具体的にどのようなことが起こっているのでしょうか?

下記の3点についてみていきましょう。

①不動産価格の下落

②株価の下落

③家賃収入の見直し


①不動産価格の下落

相続の中でも財産価額の多くを占めるのは、家や土地などの不動産です。

ではその相続税評価額はといえば、建物であれば固定資産税評価額で計上し、土地であれば「路線価」を中心とした評価額によって計上されます。


相続税評価額が、相続発生時の時価(市場価格、近隣の取引事例など)ではなく、1月1日時点の時価(公示地価)を基準にして決められた路線価を使用している点が問題とされています。

すなわち、1月1日に比較して相続時の時価が大きく下落している地域では、実態以上の評価額で相続財産を計上しなければならなくなるということになります。

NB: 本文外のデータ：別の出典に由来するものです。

// Package store is the logbook: boards and their revisions, and every trial made on them, in one SQLite file.
//
// A logbook is written once. A trial, its readings, its waveforms and its strikes, a decision, and what is stated of a board are rows
// that are added and never changed, replaced or deleted; triggers in the file itself refuse that to any program that does
// not first drop them. Each is sealed into a chain, so that an audit finds what was changed all the same. A
// trial found to be wrong is struck: a row with the reason, beside the trial, which stays readable. What Add has
// acknowledged is on the disk: the file is kept in write-ahead-log mode with synchronous FULL, and a process killed at any
// moment leaves it sound.
//
// It is not a database layer for other programs: it knows this one schema, and it refuses a file that is not its own
// without touching it.
//
// Open makes or opens a logbook; Add logs one trial, AddWithWaveforms one with the captures behind its readings, AddAll many
// or none; Trials streams those in a Scope, Trial finds one by its id or the end of it, Waveforms gives its captures, Strike
// marks one as wrong. AddDecision logs what was recommended with the trials it rests on
// and their TrialsDigest, Decisions and Decision give it back, DecisionTrials its trials. A Monitor tells whether anything was
// written since it was last asked. Search and Count answer a Query of words, ranges and dates. Audit looks at everything; Merge
// adds another bench's logbook, Backup copies one in use; ExportJSON and ImportJSON carry all of one as JSON Lines, ReadCSV and
// WriteCSV trials as CSV. What a person
// has to know of a file that cannot be used is a Fault: the path, what is wrong, and the cure.
//
// # The file
//
// SQLite 3 (https://sqlite.org/fileformat2.html), application_id 0x726E6762 ("rngb"), user_version the number of the
// last migration. Schema changes are migrations in migrations/, numbered, added at the end and never edited once
// released; each runs in one transaction with its user_version.
//
// # The view trial_table
//
// Any SQL tool can read the history from one view, a row for each trial. Its columns are those of the CSV, with the same
// names and units, between the trial's id and its strike:
//
//	id            the trial's identity, a UUID version 7 (RFC 9562) in text
//	board         the board's name
//	revision      the board revision's name
//	network       what was fitted across the switch: bare, c, rc, rcd
//	c             its capacitor, F
//	c_tol         bound of the capacitor's error as a fraction of c
//	r             its resistor, ohm
//	r_tol         bound of the resistor's error as a fraction of r
//	probe_c       the probe's capacitance across the node while reading, F
//	bus_v         bus voltage, V: as set for the operating point, else as read
//	current_a     load current, A: the same
//	switching_hz  switching frequency, Hz: the same
//	ring_hz       the ring's damped frequency as seen, Hz
//	ring_hz_u     its standard uncertainty (k = 1), Hz
//	decay_s       1/e time of the ring's envelope, s
//	decay_s_u     its standard uncertainty, s
//	peak_v        highest voltage across the switch, V
//	peak_v_u      its standard uncertainty, V
//	at            when it was read, RFC 3339 in UTC with nine decimals, so that text order is time order
//	part          what was fitted, in words
//	note          whatever was noted
//	struck        why the trial was marked as wrong; NULL while it stands
//	waveforms     how many captures are kept with it (since schema 3, as the next)
//	from_waveform which of its readings were computed from samples: their names, with spaces between; NULL for none
//
// NULL is "not read" or "not stated". A trial logged without a time has that of its logging: its at is then the logged_at of
// table trial. For example, the fastest bare ring of each revision:
//
//	SELECT board, revision, max(ring_hz) FROM trial_table WHERE struck IS NULL AND network = 'bare' GROUP BY 1, 2;
//
// # Waveforms
//
// A captured edge is kept in table waveform with its trial: the samples in volts, bit for bit, packed by waveform.Pack in the
// encoding it names, and the SHA-256 (FIPS 180-4) of the packed bytes, which is looked at whenever they are read. A new
// encoding comes with a new schema, so that no older program takes it for damage. A reading that was computed from samples
// rather than by the instrument says so (from_waveform; the digests of trials without one are what they were).
//
// A better estimator reads the same samples again, and what it finds is shown beside what was logged. It is not stored:
// there is nothing that could go stale, and what a decision rested on stays. Where it is to count from now on, log
// a new trial with the same waveforms, and strike the old one with the reason.
//
// # The chain
//
// Since schema 4, each trial (with its readings and waveforms), strike, decision and correction is an entry of table chain, in
// the order of logging: the table it is in (kind), its row there, and its link, the SHA-256 of the entry's text and the link
// before. The text is that of TrialsDigest for a trial, then "logged_at TIME", and for each waveform the lines waveform (its id),
// start_s, interval_s, step_v, encoding, sha256 and origin; for the others it has the same style, with the names of the
// columns. What is hashed before and after it stands at place.seal in chain.go, and testdata/chain.py does it once more in
// Python. A link depends on no row number, so that it can be computed in any file.
//
// Every logbook has an id (table logbook, row 1). An entry that was merged or imported is an entry of this chain too, and table
// origin keeps the logbook and the place in its chain where it was first logged, with the link there and the one before: it
// can be proved against either chain. Of a logbook that was copied and went on in both copies the chains part, and
// their entries merge like any others.
//
// A chain shows what was changed in it or taken out of it; it does not show that its end was cut off, or that all of it was made
// anew. The last link (Report.Head), noted elsewhere, shows that as well.
//
// What is stated of a board or revision, a rating or a note, is a row of table correction, each time; tables board and
// revision have what was stated last.
//
// # Words
//
// Since schema 4, names are indexed by FTS5 in name_word as they come, and the parts and notes of trials in trial_word, a stretch
// of some hundred trials at a time; a search looks at the trials since the last stretch as they are. Table stretch has
// the bounds of each in time, by which a search finds where to begin and where to stop. The index follows from the trials, and is
// no part of the chain.
//
// # The view decision_table
//
// Since schema 2, a row for each decision: what was recommended, what was predicted of it, and for what.
//
//	id              the decision's identity, a UUID version 7 in text
//	board           the board's name
//	revision        the board revision's name
//	network         what was recommended: c, rc, rcd
//	c               its capacitor, F
//	c_tol           bound of the capacitor's error as a fraction of c
//	r               its resistor, ohm
//	r_tol           bound of the resistor's error as a fraction of r
//	limit_v         the peak it is to stay under, V
//	peak_v          the peak predicted, V
//	peak_v_u        its standard uncertainty (k = 1), V
//	peak_v_low      lower end of its 95 % interval, V
//	peak_v_high     upper end of it, V
//	damping_ratio   damping ratio of the least damped pair
//	loss_w          what the ring and the network lose, W
//	bus_v           the operating point it was made for: bus voltage, V
//	excitation_a    and loop current at the instant the switch lets go, A
//	switching_hz    and switching frequency, Hz
//	inductance_h    the loop it was made for: inductance, H
//	capacitance_f   capacitance, F
//	resistance_ohm  loss resistance, ohm; NULL where no decay was read
//	at              when it was made, as in trial_table
//	trials          how many trials it rests on
//	struck          how many of these have been struck since
//	digest          SHA-256 of these trials as they were; TrialsDigest says of what text
//
// Table decision_trial names the trials, and decision.recommendation keeps the whole answer as JSON. What was then measured
// with the network recommended, for example:
//
//	SELECT d.id, d.peak_v, t.peak_v FROM decision_table d JOIN trial_table t USING (board, revision, network)
//	WHERE t.at >= d.at AND t.c = d.c AND t.r IS d.r AND t.struck IS NULL;
package store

今年の7月に公表された路線価は、5年連続で上昇傾向にあります。

とはいっても、数か月で地価が大きく下落した地域というのも限定されており、それよりもむしろ問題なのは、土地やマンションなどをたくさんお持ちの方で、納税資金を土地の売却によって調達しようと考えていた方です。

私の住む地域の知り合いの不動産業者の方々は、土地やマンションは価格は下落傾向にあり、今後もその傾向は続くとみられ、情報の早い地主さんは早期に売却に動いているとのことでした。

地域によって状況は異なりますが、十分な情報収集が求められます。


②株価の下落

不動産と異なる点は、株などの有価証券の相続税評価額は、相続発生時点の時価によるところです。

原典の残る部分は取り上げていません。